• _TASK DIRECTIONS_
Transcribe the data exactly, stopping after the "SwapPart, noStandIns: boolean)" line.

(Dataset entries)
* * *

interface SwapRules { groups: SwapGroup[], settings: ParametricSettings }
let rulesCache: { at: number, rules: SwapRules } | undefined
const RULES_TTL_MS = 5000

/** Swap groups and parametric settings, cached for a few seconds (the scan path asks on every bin). */
export async function loadSwapRules(db: AnyDb): Promise<SwapRules> {
  if (rulesCache && Date.now() - rulesCache.at < RULES_TTL_MS) return rulesCache.rules
  const [groups, members, settings] = await Promise.all([
    db.select().from(schema.swapGroups),
    db.select().from(schema.swapGroupMembers),
    db.select().from(schema.swapSettings),
  ])
  const on = (kind: string) => settings.find(s => s.kind === kind)?.enabled ?? DEFAULT_PARAMETRIC[kind as keyof ParametricSettings]
  const rules: SwapRules = {
    groups: groups.map(g => ({ id: String(g.id), name: g.name, warning: g.warning, members: members.filter(m => m.groupId === g.id).map(m => ({ partId: String(m.partId), direction: m.direction })) })),
    settings: { resistor: on('resistor'), capacitor: on('capacitor'), inductor: on('inductor') },
  }
  rulesCache = { at: Date.now(), rules }
  return rules
}

export function bagSwapPart(p: typeof schema.parts.$inferSelect): SwapPart {
  return {
    id: String(p.id), kind: p.kind, value: p.value, tolerancePct: p.tolerancePct, powerW: p.powerW, voltageV: p.voltageV,
    currentA: p.currentA, dielectric: p.dielectric, mounting: p.mounting, polarised: p.polarised, package: p.package,
  }
}

/** Whether `candidate` may stand in for `original` on a line, with the rule's warning. */
export function standInVerdict(rules: SwapRules, original: SwapPart, candidate: SwapPart, noStandIns: boolean) {
  return standInsFor(original.id, [original, candidate], rules.groups, rules.settings, { noStandIns }).find(s => s.partId === candidate.id) ?? null
}

function lotsOfParts(db: AnyDb, where: SQL) {
  return db.select({ lot: schema.lots, binCode: schema.bins.code, place: schema.bins.place, walkOrder: schema.bins.walkOrder })
    .from(schema.lots).innerJoin(schema.bins, eq(schema.bins.id, schema.lots.binId))
    .where(and(where, sql`${schema.lots.onHand} > 0`))
    .orderBy(asc(schema.lots.receivedOn), asc(schema.lots.id))
}

/** Pending packs per lot for the lots `l` matching a condition. */
export async function pendingWhere(db: AnyDb, lotCondition: SQL) {
  const [rows] = await db.execute(sql`select e.lot_id as lotId, cast(sum(e.qty) as signed) as qty from bag_events e
    join bags b on b.id = e.bag_id join lots l on l.id = e.lot_id
    where ${lotCondition} and e.kind = 'pack' and e.undone = 0 and b.state in ('open', 'packing') group by e.lot_id`)
  return new Map((rows as unknown as { lotId: number, qty: number }[]).map(r => [Number(r.lotId), Number(r.qty)]))
}

/**
 * The pick plan of some bags: for each line still to pack, the part to use (the order's reservation,
 * else the reconciliation of the bag against available stock) and the lot(s) to take it from, oldest
 * lot first; lots are shared out across the bags in order. Rows come in bin walk order.
 */
export async function planPicks(db: AnyDb, bagIds: number[], opts: { remainingOnly?: boolean, items?: BagItemRow[] } = {}) {
  const ids = bagIds.length ? bagIds : [0]
  // One round of queries: the parts in play are the bags' own parts and the parts their orders reserved.
  const inPlay = sql`(select i.part_id from bag_items i where i.bag_id in (${sql.join(ids.map(id => sql`${id}`), sql`, `)})
    union select r.part_id from reservations r join bags b on b.order_id = r.order_id where b.id in (${sql.join(ids.map(id => sql`${id}`), sql`, `)}))`
  const [headers, items, reservations, firstLots, firstParts, rules, firstPending] = await Promise.all([
    db.select({ id: schema.bags.id, orderId: schema.bags.orderId }).from(schema.bags).where(inArray(schema.bags.id, ids)),
    opts.items ?? loadBagItems(db, bagIds),
    db.select({ r: schema.reservations }).from(schema.reservations).innerJoin(schema.bags, eq(schema.bags.orderId, schema.reservations.orderId))
      .where(and(inArray(schema.bags.id, ids), inArray(schema.reservations.state, ['held', 'confirmed', 'consumed']))).then(rows => rows.map(x => x.r)),
    lotsOfParts(db, sql`${schema.lots.partId} in ${inPlay}`),
    db.select().from(schema.parts).where(sql`${schema.parts.id} in ${inPlay}`),
    loadSwapRules(db),
    pendingWhere(db, sql`l.part_id in ${inPlay}`),
  ])
  const orderOf = new Map(headers.map(h => [h.id, h.orderId]))
  const demand = await partDemand(db, items, orderOf, reservations, opts.remainingOnly !== false)
  let [lots, partRows, pending] = [firstLots, firstParts, firstPending]
  const extra = [...new Set(demand.map(d => d.partId))].filter(id => !partRows.some(p => p.id === id))
  if (extra.length) {
    // Only when reconciliation chose a stand-in nobody reserved.
    const [l2, p2, e2] = await Promise.all([lotsOfParts(db, inArray(schema.lots.partId, extra)), db.select().from(schema.parts).where(inArray(schema.parts.id, extra)), pendingWhere(db, sql`l.part_id in (${sql.join(extra.map(id => sql`${id}`), sql`, `)})`)])
    lots = [...lots, ...l2]
    partRows = [...partRows, ...p2]
    pending = new Map([...pending, ...e2])
  }
  const free = new Map(lots.map(l => [l.lot.id, l.lot.onHand - (pending.get(l.lot.id) ?? 0)]))
  const partById = new Map(partRows.map(p => [p.id, p]))
  const rows: PickRow[] = []
  for (const d of demand) {
    const item = d.item
    const part = partById.get(d.partId)
    const standIn = d.partId !== item.partId
    const verdict = standIn && part && partById.get(item.partId) ? standInVerdict(rules, bagSwapPart(partById.get(item.partId)!), bagSwapPart(part), false) : null
    const base = {
      bagId: item.bagId, itemId: item.itemId, designators: item.designators, stageName: item.stageName ?? 'Loose parts', stageOrder: item.stageOrder ?? 0,
      partId: d.partId, partName: part?.name ?? `part ${d.partId}`, valueText: part?.valueText ?? null, standIn, warning: verdict?.warning ?? null,
    }
    let left = d.qty
    for (const l of lots) {
      if (left === 0) break
      if (l.lot.partId !== d.partId) continue
      const take = Math.min(left, free.get(l.lot.id) ?? 0)
      if (take <= 0) continue
      free.set(l.lot.id, free.get(l.lot.id)! - take)
      left -= take
      rows.push({ ...base, qty: take, lotId: l.lot.id, binId: l.lot.binId, binCode: l.binCode, binPlace: l.place, walkOrder: l.walkOrder, lotNote: l.lot.supplierRef ?? l.lot.note, short: 0 })
    }
    if (left > 0) rows.push({ ...base, qty: left, lotId: null, binId: null, binCode: null, binPlace: null, walkOrder: Number.MAX_SAFE_INTEGER, lotNote: null, short: left })
  }
  rows.sort((a, b) => a.walkOrder - b.walkOrder || (a.binCode ?? '').localeCompare(b.binCode ?? '') || a.stageOrder - b.stageOrder || a.bagId - b.bagId || a.itemId - b.itemId)
  return { items, rows }
}
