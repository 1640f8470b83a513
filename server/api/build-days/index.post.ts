export default defineEventHandler(async (event) => {
  const user = await requireRole(event, 'organiser')
  const body = await parseBody(event, buildDayBody)
  checkSalesWindow(body.salesOpenAt, body.salesCloseAt)
  const db = useDb()
  const [row] = await db.insert(tables.buildDays).values(body).$returningId()
  await audit(db, user.id, 'build-day.create', 'build_day', row!.id, { name: body.name, date: body.date })
  const [day] = await db.select().from(tables.buildDays).where(eq(tables.buildDays.id, row!.id))
  return day
})
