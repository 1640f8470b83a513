import { z } from 'zod'

const params = z.object({ id: z.coerce.number().int().positive() })

/** One build day with what it offers. */
export default defineEventHandler(async (event) => {
  await requireRole(event, 'organiser')
  const { id } = parseParams(event, params)
  const db = useDb()
  const [day] = await db.select().from(tables.buildDays).where(eq(tables.buildDays.id, id))
  if (!day) throw createError({ statusCode: 404, statusMessage: 'Not found', message: 'There is no such build day' })
  const offerings = await offeringViews(db, [id])
  const orders = await db.select({ offeringId: tables.orders.offeringId, n: sql<number>`count(*)` }).from(tables.orders).where(eq(tables.orders.buildDayId, id)).groupBy(tables.orders.offeringId)
  return {
    ...day,
    seatsTaken: await seatsTaken(db, id),
    offerings: offerings.map(o => ({ ...o, orders: Number(orders.find(x => x.offeringId === o.id)?.n ?? 0) })),
  }
})
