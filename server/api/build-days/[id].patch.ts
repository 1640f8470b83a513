import { z } from 'zod'

const params = z.object({ id: z.coerce.number().int().positive() })

export default defineEventHandler(async (event) => {
  const user = await requireRole(event, 'organiser')
  const { id } = parseParams(event, params)
  const body = await parseBody(event, buildDayBody.partial())
  const db = useDb()
  return sellingTx(db, async (tx) => {
    const day = await lockBuildDay(tx, id)
    checkSalesWindow(body.salesOpenAt ?? day.salesOpenAt, body.salesCloseAt ?? day.salesCloseAt)
    if (body.seats !== undefined) {
      const taken = await seatsTaken(tx, id)
      if (body.seats < taken) {
        const message = `${taken} seats are already taken or being paid for: keep at least ${taken}`
        throw createError({ statusCode: 409, statusMessage: 'Conflict', message, data: { fields: { seats: message } } })
      }
    }
    if (body.currency && body.currency !== day.currency && await tx.$count(tables.orders, eq(tables.orders.buildDayId, id))) {
      const message = 'Orders exist in the current currency: it cannot change now'
      throw createError({ statusCode: 409, statusMessage: 'Conflict', message, data: { fields: { currency: message } } })
    }
    await tx.update(tables.buildDays).set(body).where(eq(tables.buildDays.id, id))
    await audit(tx, user.id, 'build-day.update', 'build_day', id, body)
    const [after] = await tx.select().from(tables.buildDays).where(eq(tables.buildDays.id, id))
    return after
  })
})
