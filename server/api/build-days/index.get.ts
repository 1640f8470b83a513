/** Build days with their seats and order counts, soonest first. */
export default defineEventHandler(async (event) => {
  await requireRole(event, 'organiser')
  const db = useDb()
  const O = tables.orders
  const [days, counts, waiting] = await Promise.all([
    db.select().from(tables.buildDays).orderBy(tables.buildDays.date),
    db.select({ dayId: O.buildDayId, state: O.state, live: sql<number>`sum(${O.holdExpiresAt} > ${new Date()})`, n: sql<number>`count(*)` }).from(O).groupBy(O.buildDayId, O.state),
    db.select({ dayId: tables.waitlist.buildDayId, n: sql<number>`count(*)` }).from(tables.waitlist).where(eq(tables.waitlist.state, 'waiting')).groupBy(tables.waitlist.buildDayId),
  ])
  return days.map((d) => {
    const of = (state: string) => Number(counts.find(c => c.dayId === d.id && c.state === state)?.n ?? 0)
    const livePending = Number(counts.find(c => c.dayId === d.id && c.state === 'pending')?.live ?? 0)
    return { ...d, paid: of('paid'), pending: livePending, seatsTaken: of('paid') + livePending, waiting: Number(waiting.find(w => w.dayId === d.id)?.n ?? 0) }
  })
})
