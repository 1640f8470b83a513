import { z } from 'zod'

const params = z.object({ id: z.coerce.number().int().positive() })

/** Deletes a build day that has no orders yet (its offerings and waiting list go with it). */
export default defineEventHandler(async (event) => {
  const user = await requireRole(event, 'organiser')
  const { id } = parseParams(event, params)
  const db = useDb()
  return db.transaction(async (tx) => {
    const [day] = await tx.select().from(tables.buildDays).where(eq(tables.buildDays.id, id)).for('update')
    if (!day) throw createError({ statusCode: 404, statusMessage: 'Not found', message: 'There is no such build day' })
    if (await tx.$count(tables.orders, eq(tables.orders.buildDayId, id))) {
      throw createError({ statusCode: 409, statusMessage: 'Conflict', message: 'This build day has orders: cancel and refund them first, or keep the day' })
    }
    await tx.delete(tables.buildDays).where(eq(tables.buildDays.id, id))
    await audit(tx, user.id, 'build-day.delete', 'build_day', id, { name: day.name })
    return { deleted: true }
  })
})
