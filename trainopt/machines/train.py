"""Compressor units and trains: sections on one shaft, coolers, a driver and limits.

A :class:`Train` is one or more compressor sections in series on one shaft (fixed speed
ratios, one driver), with an interstage cooler after each section but the last and a
recycle loop per section. A plain unit is a train of one section. Speeds are stated at the
shaft of the first section; section ``k`` turns at ``speed_ratio[k]`` times that.

Series sections may instead each have their own driver (a :class:`SectionDrive`): then
the train has no shared shaft, each section's speed is free within its own range, and
the interstage pressure is free too (see ``docs/series.md``).

Speed limits follow the API 617 definitions as commonly quoted (common practice):
maximum continuous speed = 105 % of rated speed, trip speed = 110 % of maximum continuous
speed (API 617, 8th edition, 2014, clause 1.5 definitions).
"""

from __future__ import annotations

from dataclasses import dataclass, field
from enum import Enum

import numpy as np

from trainopt.errors import InputError
from trainopt.machines.maps.compressor_map import DEFAULT_CONTROL_LINE_OFFSET
from trainopt.machines.maps.least_flow import (
    ControlLine,
    LeastFlowRule,
    control_line,
    parse_least_flow_rule,
)

MAX_CONTINUOUS_SPEED_FRACTION = 1.05
"""Maximum continuous speed over rated speed [-] (API 617 practice, common practice)."""

TRIP_SPEED_FRACTION = 1.10
"""Trip speed over maximum continuous speed [-] (API 617 practice, common practice)."""

DEFAULT_SURGE_CONTROL_OFFSET = DEFAULT_CONTROL_LINE_OFFSET
"""Surge control line offset as a fraction of surge flow at the same head [-] (common practice)."""

DEFAULT_MECHANICAL_LOSS = 0.01
"""Compressor bearing and seal losses as a fraction of gas power [-] (common practice, ~1 %)."""


class UnitStatus(Enum):
    """Whether the optimiser may start, must run, or must leave a unit stopped."""

    AVAILABLE = "available"
    OFFLINE = "offline"
    MUST_RUN = "must_run"


@dataclass(frozen=True)
class Cooler:
    """An interstage (or after-) cooler.

    Parameters
    ----------
    outlet_temperature : float
        Gas temperature leaving the cooler [K]; the gas is never heated by it.
    pressure_drop : float
        Gas-side pressure drop [Pa].
    """

    outlet_temperature: float
    pressure_drop: float = 0.0

    def __post_init__(self):
        if not self.outlet_temperature > 0:
            raise InputError("cooler.outlet_temperature", "must be a positive temperature")
        if self.pressure_drop < 0:
            raise InputError("cooler.pressure_drop", f"{self.pressure_drop:g} Pa is negative")


@dataclass(frozen=True)
class SectionDrive:
    """A section's own driver, for series sections that do not share a shaft.

    Parameters
    ----------
    driver : object
        A driver from :mod:`trainopt.machines.drivers`.
    speed_min, speed_max : float
        The section's speed range [1/s].
    max_power : float or None
        Extra shaft-power limit [W] below the driver's own.
    """

    driver: object
    speed_min: float
    speed_max: float
    max_power: float | None = None

    def __post_init__(self):
        if not 0 < self.speed_min < self.speed_max:
            raise InputError("section.speed_min",
                             f"minimum speed {self.speed_min * 60:.0f} rpm is not below "
                             f"maximum {self.speed_max * 60:.0f} rpm", "give speed_min < speed_max")


@dataclass(frozen=True)
class Section:
    """One compressor section: a fitted map and its own limits.

    Parameters
    ----------
    name : str
        Section name (unique within its train).
    compressor_map : CompressorMap
        The fitted map (see :mod:`trainopt.machines.maps`).
    speed_ratio : float
        Section speed over the train's reference shaft speed [-].
    surge_control_offset : float
        Surge control line offset as a fraction of surge flow [-].
    max_discharge_temperature : float or None
        Highest allowed discharge temperature [K].
    cooler : Cooler or None
        Cooler after this section (to the next section's suction).
    drive : SectionDrive or None
        The section's own driver; None on a shared shaft.
    least_flow_rule : LeastFlowRule
        Which line sets the least flow before the control-line offset: the surge line
        (default), the speed-line peak, or the larger (docs/maps.md).
    """

    name: str
    compressor_map: object
    speed_ratio: float = 1.0
    surge_control_offset: float = DEFAULT_SURGE_CONTROL_OFFSET
    max_discharge_temperature: float | None = None
    cooler: Cooler | None = None
    drive: SectionDrive | None = None
    least_flow_rule: LeastFlowRule = LeastFlowRule.SURGE_LINE

    def control_line(self, head, *, extend: bool = False) -> ControlLine:
        """The section's surge control line at head [J/kg], under its least-flow rule.

        See :func:`trainopt.machines.maps.least_flow.control_line`: the control line flow
        [m³/s], the surge and peak flows, which line binds and whether it was extrapolated.
        """
        return control_line(self.compressor_map, head, self.surge_control_offset,
                            self.least_flow_rule, extend=extend)

    def control_line_flow(self, head, surge_flow=None):
        """Surge control line flow [m³/s] at head [J/kg] under the section's least-flow rule.

        ``surge_flow`` [m³/s], if given, is the surge flow already found at that head (so the
        default rule costs nothing more).
        """
        if self.least_flow_rule is LeastFlowRule.SURGE_LINE and surge_flow is not None:
            return np.asarray(surge_flow, float) * (1.0 + self.surge_control_offset)
        line = self.control_line(head, extend=True)
        if surge_flow is None or self.least_flow_rule is LeastFlowRule.SPEED_LINE_PEAK:
            return line.flow
        return (1.0 + self.surge_control_offset) * np.fmax(surge_flow, line.peak_flow)

    def __post_init__(self):
        try:
            object.__setattr__(self, "least_flow_rule",
                               parse_least_flow_rule(self.least_flow_rule))
        except ValueError:
            raise InputError(f"sections.{self.name}.least_flow_rule",
                             f"{self.least_flow_rule!r} is not a least-flow rule",
                             "use surge_line, speed_line_peak or larger") from None
        if not self.speed_ratio > 0:
            raise InputError(f"sections.{self.name}.speed_ratio",
                             f"{self.speed_ratio:g} is not a positive ratio",
                             "give section speed / shaft speed, e.g. 1.0")
        if not 0.0 <= self.surge_control_offset < 1.0:
            raise InputError(f"sections.{self.name}.surge_control_offset",
                             f"{self.surge_control_offset:g} is outside 0 to 1",
                             "give a fraction of surge flow such as '10 %'")


@dataclass(frozen=True)
class Train:
    """A driver and one or more sections in series on its shaft.

    Parameters
    ----------
    name : str
        Unit or train name.
    sections : tuple of Section
        In flow order.
    driver : object or None
        A driver from :mod:`trainopt.machines.drivers`; None when every section has its own
        (:class:`SectionDrive`).
    speed_min, speed_max : float
        Shaft speed range at the first section [1/s] (the first section's own range when
        the sections are separately driven).
    max_power : float or None
        Extra shaft-power limit [W] below the driver's own.
    mechanical_loss : float
        Compressor bearing and seal losses as a fraction of gas power [-].
    status : UnitStatus
    group : str or None
        Units with the same group are identical (the optimiser breaks their symmetry).
    """

    name: str
    sections: tuple[Section, ...]
    driver: object
    speed_min: float
    speed_max: float
    max_power: float | None = None
    mechanical_loss: float = DEFAULT_MECHANICAL_LOSS
    status: UnitStatus = UnitStatus.AVAILABLE
    group: str | None = None
    notes: dict = field(default_factory=dict, compare=False)

    def __post_init__(self):
        if not self.sections:
            raise InputError(f"units.{self.name}.sections", "a train needs at least one section")
        if not 0 < self.speed_min < self.speed_max:
            raise InputError(f"units.{self.name}.speed",
                             f"minimum speed {self.speed_min * 60:.0f} rpm is not below maximum "
                             f"{self.speed_max * 60:.0f} rpm",
                             "give speed_min < speed_max")
        names = [s.name for s in self.sections]
        if len(set(names)) != len(names):
            raise InputError(f"units.{self.name}.sections", "section names repeat")
        own = [s.drive is not None for s in self.sections]
        if any(own) and (self.driver is not None or not all(own)):
            raise InputError(f"units.{self.name}.driver",
                             "some sections have their own driver and some share the shaft",
                             "give a driver to every section and none to the unit, or one "
                             "driver to the unit and none to the sections")
        if self.driver is None and not any(own):
            raise InputError(f"units.{self.name}.driver", "is missing", "give the driver")

    @property
    def separately_driven(self) -> bool:
        """True when every section has its own driver (no shared shaft)."""
        return self.driver is None

    @property
    def is_single_section(self) -> bool:
        """True for a plain unit of one section."""
        return len(self.sections) == 1


def speed_limits_from_rated(rated_speed: float) -> tuple[float, float]:
    """Maximum continuous and trip speed [1/s] from a rated speed [1/s] (API 617 practice).

    Examples
    --------
    >>> mcs, trip = speed_limits_from_rated(10_000 / 60)
    >>> round(mcs * 60), round(trip * 60)
    (10500, 11550)
    """
    mcs = MAX_CONTINUOUS_SPEED_FRACTION * rated_speed
    return mcs, TRIP_SPEED_FRACTION * mcs
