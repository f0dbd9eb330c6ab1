"""Series trains at many through-flows at once: the internal freedoms solved.

Two kinds of series train (:class:`trainopt.machines.train.Train` with several sections):

- **one shaft** (:func:`operate_shaft_train`): the sections turn at fixed ratios of one
  shaft speed; for each through-flow the shaft speed is the one at which the last
  section delivers the discharge-header pressure (secant steps kept inside the first
  interval of a 9-speed scan where the delivered pressure crosses it). One driver
  carries the sum of the section powers.
- **separately driven** (:func:`operate_separate_train`, two sections): each section has
  its own driver and speed, so the interstage pressure is free; for each through-flow it
  is the one that minimises the station objective summed over both drivers, found on a
  17-point grid in ln p and refined by 14 golden-section steps (the two-step bracket
  shrinks by 0.618^14, to about 1/400 of a grid step).

Between sections the gas passes the section's cooler: it leaves at the cooler's outlet
temperature, or at its inlet temperature where that is already colder (a cooler never
heats the gas), and loses the cooler's pressure drop.

Every limit is kept as a relative margin (negative where broken) keyed by where it sits
(a section's name, or ``driver`` for the shared shaft's driver and speed range) and
which limit it is (the keys of :data:`trainopt.dispatch.reduction.LIMIT_NAMES`).
"""

from __future__ import annotations

import weakref
from collections.abc import Callable
from dataclasses import dataclass
from functools import lru_cache

import numpy as np
from scipy.interpolate import CubicSpline

from trainopt.machines.section_operation import (
    SectionPoints,
    bracketed_root,
    required_head,
    section_at_speed,
    section_basis,
    section_margins,
    section_to_pressure,
)
from trainopt.machines.train import Section, Train
from trainopt.physics.gas_table import GasTable

SPEED_SCAN = 9
"""Shaft speeds scanned to bracket the speed that meets the delivery pressure [-]."""

INTERSTAGE_GRID = 17
"""Interstage pressures on the coarse grid of a separately driven train [-]."""

GOLDEN_STEPS = 14
"""Golden-section steps refining the interstage pressure [-]."""

HEAD_SPLINE_POINTS = 97
"""Interstage pressures at which each section's required head is computed and splined."""

_GOLDEN = (np.sqrt(5.0) - 1.0) / 2.0
_VIOLATION_ORDER = ("map", "control_line", "speed_min", "speed_max", "stonewall", "power",
                    "discharge_temperature")


@dataclass(frozen=True)
class TrainConditions:
    """What a train works against today.

    Attributes
    ----------
    table : GasTable
    suction_pressure, discharge_pressure : float
        Header pressures [Pa].
    suction_temperature : float
        [K].
    ambient_temperature : float
        [K].
    objective : str
        ``shaft_power``, ``energy_input`` or ``cost``.
    price : callable
        ``price(driver) -> (currency per J, kg CO2 per J)`` of a driver's energy input.
    """

    table: GasTable
    suction_pressure: float
    suction_temperature: float
    discharge_pressure: float
    ambient_temperature: float
    objective: str
    price: Callable
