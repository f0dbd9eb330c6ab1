"""Machines: compressor maps, drivers, and units, sections and trains built from them.

- :mod:`~trainopt.machines.maps`: map input, fitting, evaluation, margins (surge, surge
  control line, stonewall, speed);
- :mod:`~trainopt.machines.drivers`: motors, gas and steam turbines;
- :mod:`~trainopt.machines.train`: a unit = sections (map, limits, cooler) on a driver;
- :mod:`~trainopt.machines.section_operation`, :mod:`~trainopt.machines.train_operation`:
  how a section and a train of sections operate at a through-flow.

May import: :mod:`trainopt.physics` and :mod:`trainopt.errors`. Never the solver, a case
file, the station or the edges.
"""
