def section_margins(section: Section, points: SectionPoints, speed_min, speed_max
                    ) -> dict[str, np.ndarray]:
    """Relative margins [-] to each of a section's limits; negative where broken.

    Parameters
    ----------
    section : Section
    points : SectionPoints
    speed_min, speed_max : array_like
        The section's own speed range [1/s] (shaft range times its speed ratio, or its
        own driver's).

    Returns
    -------
    dict of str to numpy.ndarray
        ``control_line``: ``Q / Q_scl(H) - 1``; ``stonewall``: ``1 - Q / Q_sw(H)``;
        ``speed_min``: ``N / N_min - 1``; ``speed_max``: ``1 - N / N_max``;
        ``discharge_temperature``: ``1 - T2 / T_max`` when the section has a limit.
        Where no tested speed meets the duty, the point is charged as in
        :mod:`trainopt.dispatch.unit_operation`: to the stonewall right of the stonewall
        flow at the highest tested speed (at the lowest where the head needed lies below
        its line), to the control line left of the surge control line at the lowest tested
        speed (at the highest where the head needed lies above its line), else to the
        speed limit on the side that fell short.
    """
    cmap = section.compressor_map
    q, n = points.volume_flow, points.speed
    with np.errstate(invalid="ignore", divide="ignore"):
        margins = {
            "control_line": q / points.control_line_flow - 1.0,
            "stonewall": 1.0 - q / points.stonewall_flow,
            "speed_min": n / speed_min - 1.0,
            "speed_max": 1.0 - n / speed_max,
        }
        if section.max_discharge_temperature is not None:
            margins["discharge_temperature"] = (
                1.0 - points.discharge_temperature / section.max_discharge_temperature)
    off = ~np.isfinite(n)
    if np.any(off):
        side = points.speed_side
        # right of the stonewall of every tested speed, or of the lowest where the head
        # needed is below the lowest speed line (a lower speed moves the point further
        # past its stonewall); left of the surge control line of the lowest speed, or of
        # the highest where the head needed is above the highest speed line
        beyond = q > cmap.stonewall_flow_at_speed(
            np.where(side < 0, cmap.speed_min, cmap.speed_max), warn=False)
        below = q < cmap.surge_flow_at_speed(
            np.where(side > 0, cmap.speed_max, cmap.speed_min), warn=False) * (
            1.0 + section.surge_control_offset)
        charge = {"stonewall": off & beyond, "control_line": off & ~beyond & below,
                  "speed_min": off & ~beyond & ~below & (side < 0),
                  "speed_max": off & ~beyond & ~below & (side >= 0)}
        for key in margins:
            value = np.where(off, np.inf, margins[key])
            margins[key] = np.where(charge.get(key, False), -1.0, value)
    return {k: np.where(np.isnan(v), -np.inf, v) for k, v in margins.items()}
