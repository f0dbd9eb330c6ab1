"""Tests of trainopt.machines.drivers: identities, outside references and every validation error."""

import dataclasses
from pathlib import Path

import numpy as np
import pytest
from numpy.testing import assert_allclose

from trainopt.errors import InputError, PhysicsError
from trainopt.machines.drivers import (
    DRIVER_KINDS,
    ISO_AMBIENT_TEMPERATURE,
    FixedSpeedMotor,
    GasTurbine,
    PolynomialGasTurbine,
    SteamTurbine,
    VariableSpeedMotor,
    driver_from_dict,
)

PREFIX = "units.GT1.driver"

# Invented demo machines (not outside data), written as a case file would carry them.
GAS_TURBINE = {
    "kind": "gas_turbine", "rated_power": "12 MW", "heat_rate": "10500 kJ/kWh",
    "driver_speed_min": "4800 rpm", "driver_speed_max": "10500 rpm", "optimum_speed": "9500 rpm",
}
FIXED_MOTOR = {
    "kind": "fixed_speed_motor", "rated_power": "5 MW", "rated_speed": "1490 rpm",
    "gear_ratio": "7.5",
}
VSD_MOTOR = {
    "kind": "variable_speed_motor", "rated_power": "6 MW", "driver_speed_min": "900 rpm",
    "driver_speed_max": "1800 rpm", "base_speed": "1500 rpm", "gear_ratio": "6",
}
STEAM_TURBINE = {
    "kind": "steam_turbine", "maximum_power": "8 MW", "driver_speed_min": "6000 rpm",
    "driver_speed_max": "10000 rpm", "full_load_steam_rate": "4.5 kg/kWh",
    "enthalpy_drop": "900 kJ/kg",
}

# GasLib-135 gas-turbine coefficients, file GasLib-135.cs of GasLib (Schmidt et al. 2017,
# Data 2(4):40, doi:10.3390/data2040040; CC BY 3.0; please also cite Pfetsch et al. 2012,
# ZIB-Report 12-41): gas_turbine_power_fun_coeff_1..9 and energy_rate_fun_coeff_1..3.
GASLIB135_POWER = [
    -1164.594258777371, 2.555634634291757, -0.000104977631291941,
    7.005733212792697, -0.01537367568342418, 6.315034378705861e-07,
    -0.02328473640875715, 5.109700513125207e-05, -2.098908229218584e-09,
]
GASLIB135_ENERGY_RATE = [0.01, 0.0, 0.0]
GASLIB135_TURBINE = {
    "kind": "polynomial_gas_turbine", "power_coefficients": GASLIB135_POWER,
    "energy_rate_coefficients": GASLIB135_ENERGY_RATE,
    "driver_speed_min": "3419 rpm", "driver_speed_max": "11999 rpm",
}


def rpm(value):
    return value / 60.0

* * *

• _COMPLETED EXERCISE_
interface SwapRules { groups: SwapGroup[], settings: ParametricSettings }
let rulesCache: { at: number, rules: SwapRules } | undefined
const RULES_TTL_MS = 5000

/** Swap groups and parametric settings, cached for a few seconds (the scan path asks on every bin). */
export async function loadSwapRules(db: AnyDb): Promise<SwapRules> {
  if (rulesCache && Date.now() - rulesCache.at < RULES_TTL_MS) return rulesCache.rules
  const [groups, members, settings] = await Promise.all([
    db.select().from(schema.swapGroups),
    db.select().from(schema.swapGroupMembers),
    db.select().from(schema.swapSettings),
  ])
  const on = (kind: string) => settings.find(s => s.kind === kind)?.enabled ?? DEFAULT_PARAMETRIC[kind as keyof ParametricSettings]
  const rules: SwapRules = {
    groups: groups.map(g => ({ id: String(g.id), name: g.name, warning: g.warning, members: members.filter(m => m.groupId === g.id).map(m => ({ partId: String(m.partId), direction: m.direction })) })),
    settings: { resistor: on('resistor'), capacitor: on('capacitor'), inductor: on('inductor') },
  }
  rulesCache = { at: Date.now(), rules }
  return rules
}

export function bagSwapPart(p: typeof schema.parts.$inferSelect): SwapPart {
  return {
    id: String(p.id), kind: p.kind, value: p.value, tolerancePct: p.tolerancePct, powerW: p.powerW, voltageV: p.voltageV,
    currentA: p.currentA, dielectric: p.dielectric, mounting: p.mounting, polarised: p.polarised, package: p.package,
  }
}

/** Whether `candidate` may stand in for `original` on a line, with the rule's warning. */
export function standInVerdict(rules: SwapRules, original: SwapPart, candidate: SwapPart, noStandIns: boolean) {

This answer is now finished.